Help with Multi-variable Limits

[Euler2718]

Homework Statement

Evaluate or show that the limit does not exist:

$$\lim_{(x,y) \to (0,0)}\frac{ 2x^{4} + 5y^{3} }{8x^{2}-9y^{3}}$$
$$\lim_{(x,y) \to (0,-2)}\frac{ xy+2x }{3x^{2}+(y+2)^{2}}$$

Homework Equations

The Attempt at a Solution

So the first one is indeterminate and cannot be factored to make a direct substitution. So I try to show then that the limit does not exist by taking the limit along y=0 and x=0

$$y=0 \implies \lim_{(x,0) \to (0,0)} \frac{2x^{4}+5(0)^{3} }{8x^{2} -9(0)^{3}} \implies \lim_{(x,0)\to (0,0)} \frac{2x^4}{8x^{2}} = 0$$

$$x=0 \implies \lim_{(0,y) \to (0,0)} \frac{2(0)^{4}+5y^{3} }{8(0)^{2} -9y^{3}} \implies \lim_{(0,y)\to (0,0)} \frac{5y^3}{-9y^{3}} = -\frac{5}{9}$$

So the limit doesn't exist, since as x and y approach zero from two different paths they don't equal the same value? Wolfram alpha however tells me the limit is zero (assuming x and y are both real). What have I missed?

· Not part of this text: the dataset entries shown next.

impl<'a> Replay<'a> {
    pub(super) fn new(
        policy: Policy,
        config: &'a Config,
        schema: &'a Schema,
        timeline: &'a Timeline<'a>,
    ) -> Replay<'a> {
        let next_tick = config.schedule.every.map(|every| {
            timeline.times.first().copied().unwrap_or(0) + every.as_millis() as Millis
        });
        Replay {
            policy,
            config,
            schema,
            timeline,
            active: None,
            active_since: 0,
            shadow: None,
            model_seq: 0,
            run_seq: 0,
            known_at_last_run: 0,
            next_tick,
            drift_run_for: None,
            decline_run_for: None,
            runs: vec![],
            promotions: vec![],
            scores: BTreeMap::new(),
            outputs: vec![],
            activated: vec![],
        }
    }

    /// The same state as another policy, with nothing done yet.
    pub(super) fn fork(&self, policy: Policy) -> Replay<'a> {
        Replay {
            policy,
            runs: vec![],
            promotions: vec![],
            scores: BTreeMap::new(),
            outputs: vec![],
            activated: vec![],
            ..self.clone()
        }
    }

    pub(super) fn has_model(&self) -> bool {
        self.active.is_some()
    }

    /// Step `k`: a shadow's live gate, then the schedule and a run.
    pub(super) fn decide(&mut self, k: usize) {
        if self.policy == Policy::NeverRetrained {
            return;
        }
        let t = self.timeline.time(k);
        self.live_gate(k, t);
        if let Some(trigger) = self.trigger(t) {
            self.run(k, t, trigger);
        }
    }

    /// What starts a run at `t`, if anything (module docs: the schedule).
    fn trigger(&mut self, t: Millis) -> Option<Trigger> {
        let schedule = &self.config.schedule;
        let timed = schedule.every.is_some() || schedule.new_labels.is_some();
        // Runs only on request, or only on drift before there is a model to drift from: an
        // operator's request at every step.
        let watched = schedule.on_drift || schedule.on_decline;
        if !timed && (!watched || self.active.is_none()) {
            return Some(Trigger::Manual);
        }
        let mut ticked = false;
        if let (Some(every), Some(next)) = (schedule.every, self.next_tick.as_mut()) {
            let every = (every.as_millis() as Millis).max(1);
            while *next <= t {
                ticked = true;
                *next += every;
            }
        }
        if ticked {
            return Some(Trigger::Interval);
        }
        if let Some(threshold) = schedule.new_labels {
            let new = self.timeline.known_at(t) - self.known_at_last_run;
            if new as u64 >= threshold {
                return Some(Trigger::NewLabels);
            }
        }
        if schedule.on_drift && self.drift_breached(t) {
            return Some(Trigger::Drift);
        }
        if schedule.on_decline && self.declined(t) {
            return Some(Trigger::Decline);
        }
        None
    }

    /// Whether the active model's metric on the labels known at `t` (after its training
    /// cutoff, the latest `schedule.decline_rows`) is significantly below its holdout's, once
    /// per active model, as `monitor::decline_check` judges the stored ones.
    fn declined(&mut self, t: Millis) -> bool {
        let Some(model) = self.active.clone() else {
            return false;
        };
        if self.decline_run_for.as_deref() == Some(model.id.as_str()) {
            return false;
        }
        let Some(holdout) = &model.holdout else {
            return false;
        };
        let schedule = &self.config.schedule;
        let known = &self.timeline.examples[..self.timeline.known_at(t)];
        let after: Vec<_> = known
            .iter()
            .filter(|e| e.event_time > model.trained.cutoff)
            .collect();
        let recent = &after[after.len().saturating_sub(schedule.decline_rows)..];
        if recent.len() < schedule.decline_min_rows {
            return false;
        }
        let rows: Vec<&Row> = recent.iter().map(|e| &e.row).collect();
        let labels: Vec<f64> = recent.iter().map(|e| e.label).collect();
        let declined = crate::decline::check(
            self.config.gate.metric,
            holdout,
            &model.predictions(&rows),
            &labels,
            schedule.decline_alpha,
        )
        .is_some_and(|d| d.declined);
        if declined {
            self.decline_run_for = Some(model.id.clone());
        }
        declined
    }

    /// Whether the recent requests before `t` reach `drift.act` against the active model's
    /// reference (once per active model), as `monitor::drift_report` judges the stored ones.
    fn drift_breached(&mut self, t: Millis) -> bool {
        let Some(model) = self.active.clone() else {
            return false;
        };
        if self.drift_run_for.as_deref() == Some(model.id.as_str()) {
            return false;
        }
        let Some(reference) = &model.reference else {
            return false;
        };
        let drift = &self.config.drift;
        let examples = self.timeline.examples;
        let end = examples.partition_point(|e| e.event_time < t);
        let oldest = drift
            .window_age
            .map_or(0, |age| t - age.as_millis() as Millis);
        let begin = examples
            .partition_point(|e| e.event_time < oldest)
            .max(end.saturating_sub(drift.window_rows));
        let recent = &examples[begin..end];
        if recent.len() < drift.min_rows {
            return false;
        }
        let thresholds = Thresholds {
            watch: drift.watch,
            act: drift.act,
        };
        let rows: Vec<&Row> = recent.iter().map(|e| &e.row).collect();
        let mut breached = reference
            .feature_drift(&rows, thresholds)
            .iter()
            .any(|d| d.band == crate::drift::Band::Act);
        // The score's PSI counts only requests this model answered.
        let own: Vec<&Row> = recent
            .iter()
            .filter(|e| e.event_time >= self.active_since)
            .map(|e| &e.row)
            .collect();
        if !breached && own.len() >= drift.min_rows.max(1) {
            let outputs = model.predictions(&own);
            breached = reference.score_drift(&outputs, thresholds).band == crate::drift::Band::Act;
        }
        if breached {
            self.drift_run_for = Some(model.id.clone());
        }
        breached
    }

    /// A run at step `k`: the service's `run_once` on the rows known at `t`.
    fn run(&mut self, k: usize, t: Millis, trigger: Trigger) {
        let training = &self.config.training;
        let known = self.timeline.known_at(t);
        self.known_at_last_run = known;
        let oldest = training.window_age.map(|age| t - age.as_millis() as Millis);
        let examples = self.timeline.examples;
        let mut begin = known.saturating_sub(training.window_rows);
        if let Some(oldest) = oldest {
            begin = begin.max(examples[..known].partition_point(|e| e.event_time < oldest));
        }
        let window = &examples[begin..known];
        self.run_seq += 1;
        self.model_seq += 1;
        let plan = RunPlan::from_config(
            self.config,
            self.schema,
            format!("r-{}", self.run_seq),
            trigger,
            self.model_seq,
            t,
            self.active.as_deref(),
            0,
        );
        let proposal = run_once(&plan, window);
        let mut entry = proposal.entry;
        let candidate = proposal.candidate.map(Arc::new);
        let first = self.active.is_none();
        let becomes_active = match self.policy {
            Policy::AlwaysPromote => candidate.is_some(),
            _ => entry.verdict == Verdict::Promoted && candidate.is_some(),
        };
        let shadows = self.policy == Policy::Configured
            && becomes_active
            && !first
            && self.config.shadow.outcomes > 0;
        // The verdict as the registry would log it; always-promote keeps the gate's.
        if shadows {
            entry.verdict = Verdict::Shadowing;
        }
        self.runs.push(RunRecord {
            policy: self.policy,
            period: k,
            at: t,
            trigger: trigger.as_str(),
            verdict: entry.verdict,
            candidate_id: entry.candidate_id.clone(),
            rows: window.len(),
            gain: entry.gain,
            p_value: entry.p_value,
            reason: entry.reason,
        });
        let Some(candidate) = candidate else { return };
        if shadows {
            self.shadow = Some(Shadow {
                candidate,
                since: t,
                rows: vec![],
            });
        } else if becomes_active {
            let gate = if first {
                "first"
            } else if self.policy == Policy::AlwaysPromote {
                "always"
            } else {
                "holdout"
            };
            self.promote(k, t, candidate, gate, entry.gain, entry.p_value);
        }
    }

    fn promote(
        &mut self,
        k: usize,
        t: Millis,
        model: Arc<Model>,
        gate: &'static str,
        gain: Option<f64>,
        p_value: Option<f64>,
    ) {
        self.promotions.push(Promotion {
            policy: self.policy,
            period: k,
            at: t,
            model_id: model.id.clone(),
            gate,
            gain,
            p_value,
        });
        self.activated.push(Arc::clone(&model));
        self.active = Some(model);
        self.active_since = t;
    }

    /// The live gate of a shadowing candidate at step `k`: once `shadow.outcomes` of its rows
    /// have known labels, or when it is older than `shadow.max_age`.
    fn live_gate(&mut self, k: usize, t: Millis) {
        let Some(shadow) = &self.shadow else { return };
        let needed = self.config.shadow.outcomes as usize;
        let labeled: Vec<(Millis, f64, f64, f64)> = shadow
            .rows
            .iter()
            .filter(|r| self.timeline.is_known(r.0, t))
            .take(needed)
            .copied()
            .collect();
        let expired = self
            .config
            .shadow
            .max_age
            .is_some_and(|age| t - shadow.since > age.as_millis() as Millis);
        if labeled.len() < needed && !expired {
            return;
        }
        let shadow = self.shadow.take().expect("checked above");
        self.run_seq += 1;
        let mut record = RunRecord {
            policy: self.policy,
            period: k,
            at: t,
            trigger: Trigger::Shadow.as_str(),
            verdict: Verdict::Kept,
            candidate_id: Some(shadow.candidate.id.clone()),
            rows: labeled.len(),
            gain: None,
            p_value: None,
            reason: String::new(),
        };
        if labeled.len() < needed {
            record.reason = format!(
                "shadow.max_age passed with {} of {needed} shadowed outcomes; kept",
                labeled.len()
            );
            self.runs.push(record);
            return;
        }
        let labels: Vec<f64> = labeled.iter().map(|r| r.1).collect();
        let candidate: Vec<f64> = labeled.iter().map(|r| r.2).collect();
        let active: Vec<f64> = labeled.iter().map(|r| r.3).collect();
        let judgement = judge(
            &self.config.gate,
            self.config.label.kind,
            &candidate,
            &active,
            &labels,
            "shadowed outcomes",
        );
        record.verdict = judgement.verdict;
        record.gain = judgement.gain;
        record.p_value = judgement.p_value;
        record.reason = judgement.reason;
        let promoted = record.verdict == Verdict::Promoted;
        let (gain, p_value) = (record.gain, record.p_value);
        self.runs.push(record);
        if promoted {
            self.promote(k, t, shadow.candidate, "live", gain, p_value);
        }
    }

    /// Period `k` scored by the active model (and seen by a shadowing candidate).
    pub(super) fn score(&mut self, k: usize) {
        let period = self.timeline.period(k);
        let Some(model) = &self.active else {
            self.scores.insert(k, Score::default());
            self.outputs
                .extend(std::iter::repeat_n(f64::NAN, period.len()));
            return;
        };
        let rows: Vec<&Row> = period.iter().map(|e| &e.row).collect();
        let labels: Vec<f64> = period.iter().map(|e| e.label).collect();
        let outputs = model.predictions(&rows);
        if let Some(shadow) = &mut self.shadow {
            let candidate = shadow.candidate.predictions(&rows);
            shadow.rows.extend(
                period
                    .iter()
                    .zip(candidate)
                    .zip(&outputs)
                    .map(|((e, c), &a)| (e.event_time, e.label, c, a)),
            );
        }
        self.outputs.extend_from_slice(&outputs);
        let binary = self.config.label.kind == LabelKind::Binary;
        let score = if rows.is_empty() {
            Score {
                model_id: Some(model.id.clone()),
                ..Score::default()
            }
        } else {
            let report = Report::for_labels(binary, &outputs, &labels);
            let metric = if binary {
                GateMetric::Auc
            } else {
                GateMetric::Rmse
            };
            Score {
                model_id: Some(model.id.clone()),
                metric: report.get(metric),
                log_loss: report.log_loss,
                brier: report.brier,
            }
        };
        self.scores.insert(k, score);
    }
}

The second problem results in a indeterminate form. Could this be the correct method to show it?

First approach along x-2:

$$\lim_{(x,x-2) \to (0,-2)}\frac{ x(x-2)+2x }{3x^{2} +((x-2)+2)^{2}} = \frac{1}{4}$$

Than along x^2-2:

$$\lim_{(x,x^{2}-2) \to (0,-2)}\frac{ x(x^{2}-2)+2x }{3x^{2} +((x^{2}-2)+2)^{2}} = 0$$

So since both paths do not equal the limit does not exist? Wolfram confirms this but is the reasoning sound?

 

[Samy_A]

Homework Statement

Evaluate or show that the limit does not exist:

$$\lim_{(x,y) \to (0,0)}\frac{ 2x^{4} + 5y^{3} }{8x^{2}-9y^{3}}$$
$$\lim_{(x,y) \to (0,-2)}\frac{ xy+2x }{3x^{2}+(y+2)^{2}}$$

Homework Equations

The Attempt at a Solution

So the first one is indeterminate and cannot be factored to make a direct substitution. So I try to show then that the limit does not exist by taking the limit along y=0 and x=0

$$y=0 \implies \lim_{(x,0) \to (0,0)} \frac{2x^{4}+5(0)^{3} }{8x^{2} -9(0)^{3}} \implies \lim_{(x,0)\to (0,0)} \frac{2x^4}{8x^{2}} = 0$$

$$x=0 \implies \lim_{(0,y) \to (0,0)} \frac{2(0)^{4}+5y^{3} }{8(0)^{2} -9y^{3}} \implies \lim_{(0,y)\to (0,0)} \frac{5y^3}{-9y^{3}} = -\frac{5}{9}$$

So the limit doesn't exist, since as x and y approach zero from two different paths they don't equal the same value? Wolfram alpha however tells me the limit is zero (assuming x and y are both real). What have I missed?

The second problem results in a indeterminate form. Could this be the correct method to show it?

First approach along x-2:

$$\lim_{(x,x-2) \to (0,-2)}\frac{ x(x-2)+2x }{3x^{2} +((x-2)+2)^{2}} = \frac{1}{4}$$

Than along x^2-2:

$$\lim_{(x,x^{2}-2) \to (0,-2)}\frac{ x(x^{2}-2)+2x }{3x^{2} +((x^{2}-2)+2)^{2}} = 0$$

So since both paths do not equal the limit does not exist? Wolfram confirms this but is the reasoning sound?

If you find different limits along different paths, then the limit doesn't exist. That is indeed sound reasoning.